Male MaldivesThe Maldives has had a troubled few years since it took its first faltering steps towards democracy in 2008.

A conspiracy to blow up a head of state on a speedboat, a foreign sniper and a trusted deputy arrested—not the latest James Bond film but a few weeks on the Indian Ocean archipelago once best known as a luxury honeymoon destination and more recently as something resembling the later Roman Empire.

The Maldives has had a troubled few years since it took its first faltering steps towards democracy in 2008 under Mohamed Nasheed after the enforced infancy of 30 years of autocracy under Maumoon Abdul Gayoom. But Maldivian politics became even more fraught in late September when the vice-president, Ahmed Adeeb, was arrested and charged with high treason. The government accused him of plotting to assassinate President Yameen Abdul Gayoom (half-brother to the former autocrat) after an explosion on his boat as he returned to the capital from the airport, which is on a separate island. The president was unhurt but his wife, Fathimath Ibrahim, an aide and a bodyguard were injured.

However, the Guardian reported that the FBI, which was called in to investigate the incident, had found no evidence of an improvised explosive device (IED). The FBI said the debris it had studied was from boat parts: ‘There is no conclusive evidence to attribute the explosion on the boat to an IED.’

Then on 2 November, a Maldives official claimed the military had found and deactivated a bomb near the presidential residence, Associated Press (AP) reported. On 4 November Gayoom declared a state of emergency: suspending all basic rights and granting the security forces sweeping powers to arrest suspects. The 30-day emergency was imposed two days before an anti-government protest organised by Nasheed’s Maldivian Democratic Party (MDP), the main opposition group. It was lifted just six days later amid mounting international pressure. On 7 November police in the Maldives charged a Sri Lankan man with planning a sniper attack on Yameen, Reuters reported.

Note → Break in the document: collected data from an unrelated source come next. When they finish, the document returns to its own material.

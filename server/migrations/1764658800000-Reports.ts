import type { MigrationInterface, QueryRunner } from 'typeorm'

export class Reports1764658800000 implements MigrationInterface {
  name = 'Reports1764658800000'

  async up(q: QueryRunner): Promise<void> {
    await q.query(`ALTER TABLE project ADD COLUMN report_paper text NOT NULL DEFAULT 'Letter' CHECK (report_paper IN ('A4', 'Letter'))`)
    await q.query(`UPDATE project SET report_paper = 'A4' WHERE unit_system = 'SI'`)
    await q.query(`CREATE SEQUENCE report_number_seq`)
    await q.query(`
      CREATE TABLE report (
        id uuid PRIMARY KEY DEFAULT gen_random_uuid(),
        run_id uuid NOT NULL REFERENCES run(id) ON DELETE RESTRICT,
        report_number text NOT NULL CONSTRAINT report_number_key UNIQUE,
        status text NOT NULL CHECK (status IN ('pending', 'ready', 'failed')),
        paper text NOT NULL CHECK (paper IN ('A4', 'Letter')),
        attempts integer NOT NULL DEFAULT 0,
        last_error text,
        storage_key text,
        sha256 char(64),
        content_sha256 char(64),
        size_bytes bigint,
        seal_info jsonb,
        created_at timestamptz NOT NULL DEFAULT now(),
        ready_at timestamptz,
        CONSTRAINT report_one_per_run UNIQUE (run_id),
        CONSTRAINT report_ready_has_file CHECK (status <> 'ready' OR (storage_key IS NOT NULL AND sha256 IS NOT NULL))
      )`)
    // A ready report is the archived record: its file and hashes never change and it is never deleted.
    await q.query(`
      CREATE FUNCTION report_ready_is_frozen() RETURNS trigger LANGUAGE plpgsql AS $$
      BEGIN
        IF TG_OP = 'DELETE' OR OLD.status = 'ready' THEN
          RAISE EXCEPTION 'report % is archived and cannot be changed or deleted', OLD.report_number USING ERRCODE = 'object_not_in_prerequisite_state';
        END IF;
        RETURN NEW;
      END $$`)
    await q.query(`CREATE TRIGGER report_frozen BEFORE UPDATE OR DELETE ON report FOR EACH ROW EXECUTE FUNCTION report_ready_is_frozen()`)
  }

  async down(q: QueryRunner): Promise<void> {
    await q.query(`DROP TABLE report`)
    await q.query(`DROP FUNCTION report_ready_is_frozen`)
    await q.query(`DROP SEQUENCE report_number_seq`)
    await q.query(`ALTER TABLE project DROP COLUMN report_paper`)
  }
}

‘Yameen’s increasingly erratic, paranoid and dangerous behaviour is damaging the country and proves he is unfit to be president,’ the MDP said.

It all seemed so promising when the first democratic polls were held in 2008. ‘Anni’ Nasheed, a regular political prisoner under Gayoom, won, but four years later was forced to resign after weeks of disturbances culminated in what most observers would regard as a coup by politicians, security services and radical Islamists.

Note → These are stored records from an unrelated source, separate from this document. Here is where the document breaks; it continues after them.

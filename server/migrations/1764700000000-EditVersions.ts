import type { MigrationInterface, QueryRunner } from 'typeorm'

/**
 * Edit versions: projects, equipment, findings and template versions carry the version an edit must be made on, so two
 * people editing at once get a conflict instead of a silent overwrite. The audit trail keeps a deleted project's id as
 * plain data: its foreign key said ON DELETE SET NULL, an UPDATE of append-only rows, so every project delete failed.
 */
export class EditVersions1764700000000 implements MigrationInterface {
  name = 'EditVersions1764700000000'

  async up(q: QueryRunner): Promise<void> {
    for (const table of ['project', 'equipment', 'finding', 'template_version']) {
      await q.query(`ALTER TABLE ${table} ADD COLUMN version integer NOT NULL DEFAULT 1 CHECK (version > 0)`)
    }
    // Whatever the constraint was named, no foreign key from audit_event to project may remain.
    await q.query(`
      DO $$
      DECLARE c text;
      BEGIN
        FOR c IN SELECT conname FROM pg_constraint
                  WHERE conrelid = 'audit_event'::regclass AND confrelid = 'project'::regclass AND contype = 'f' LOOP
          EXECUTE format('ALTER TABLE audit_event DROP CONSTRAINT %I', c);
        END LOOP;
      END $$`)
    // A published version stays frozen with its edit version too: retiring it changes nothing else.
    await q.query(guard(true))
  }

  async down(q: QueryRunner): Promise<void> {
    await q.query(guard(false))
    // NOT VALID: events of projects deleted meanwhile keep their id, which no longer matches a row.
    await q.query(`ALTER TABLE audit_event ADD CONSTRAINT audit_event_project_id_fkey FOREIGN KEY (project_id) REFERENCES project(id) ON DELETE SET NULL NOT VALID`)
    for (const table of ['template_version', 'finding', 'equipment', 'project']) await q.query(`ALTER TABLE ${table} DROP COLUMN version`)
  }
}

/** `template_version_guard` as created with the table, with (`withVersion`) or without the edit version compared. */
function guard(withVersion: boolean): string {
  return `
    CREATE OR REPLACE FUNCTION template_version_guard() RETURNS trigger LANGUAGE plpgsql AS $$
    BEGIN
      IF TG_OP = 'DELETE' THEN
        IF OLD.status <> 'draft' THEN
          RAISE EXCEPTION 'template version % is % and cannot be deleted', OLD.number, OLD.status USING ERRCODE = 'object_not_in_prerequisite_state';
        END IF;
        RETURN OLD;
      END IF;
      IF OLD.status = 'draft' THEN
        RETURN NEW;
      END IF;
      IF OLD.status = 'published' AND NEW.status = 'retired'
         AND NEW.definition = OLD.definition AND NEW.number = OLD.number AND NEW.template_id = OLD.template_id
         AND NEW.changelog IS NOT DISTINCT FROM OLD.changelog
         AND NEW.published_at IS NOT DISTINCT FROM OLD.published_at AND NEW.published_by IS NOT DISTINCT FROM OLD.published_by
         AND NEW.created_at = OLD.created_at AND NEW.created_by IS NOT DISTINCT FROM OLD.created_by${withVersion ? '\n         AND NEW.version = OLD.version' : ''} THEN
        RETURN NEW;
      END IF;
      RAISE EXCEPTION 'template version % is % and cannot be changed', OLD.number, OLD.status USING ERRCODE = 'object_not_in_prerequisite_state';
    END $$`
}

Contrary to appearances, though, the official commission on the events that led to democracy being postponed indefinitely concluded in 2012: ‘There was no coup on February 7, that Nasheed did not resign under duress, and that police and military officers did not mutiny.’ The international community accepted the return to the status quo ante with surprising ease. The report was also accepted by the Commonwealth Secretary-General, Kamalesh Sharma, who ‘urged all concerned to respect the findings of the commission’.

This was despite one member of the commission, Ahmed Saeed, resigning before the report was published. According to the Colombo Gazette, he declared: ‘There are significant gaps in the draft and does not include evidence and statements given to the commission by many people. I believe remaining silent on the unfolding of events would be an injustice to this nation.’

As Nasheed warned in the New York Times just after he was deposed/resigned (delete according to preference): ‘Long after the revolutions, powerful networks of regime loyalists can remain behind and can attempt to strangle their nascent democracies.’

After Nasheed’s replacement as president, Mohamed Waheed, submitted to pressure for elections, Nasheed won the highest number of votes in the first round of voting in September 2013. A court then cancelled the run-off vote on the grounds that the original poll had not been fair. A fresh election was then called—until police prevented that poll from going ahead. Now Nasheed, the former prisoner turned president, is once again a prisoner, sentenced to 13 years’ imprisonment on terrorism charges.

Adeeb—who has denied any involvement in the explosion—was dumped by his party and former colleagues moved quickly to begin impeachment proceedings. His lawyer has questioned the evidence against him. The irony was that Adeeb had himself risen to power because Gayoom felt he could not trust his first vice-president, Mohamed Jameel, who was impeached, and accused of incompetence and disloyalty. Lawmakers had even voted to lower the minimum age for a vice-president from 35 to 30 to enable Adeeb to take the position.

The Economist said: ‘Adeeb’s arrest is evidence of the frailty of the Maldives’ seven-year experiment with democracy.’ It listed some of the other controversial episodes under Gayoom, including imprisoning the defence minister, Mohamed Nazim, for also attempting to harm the president. New anti-terror legislation was adopted on 27 October. Ostensibly aimed at combating the growing problem of home-grown jihadis, opposition politicians say one purpose is to intimidate the government’s critics.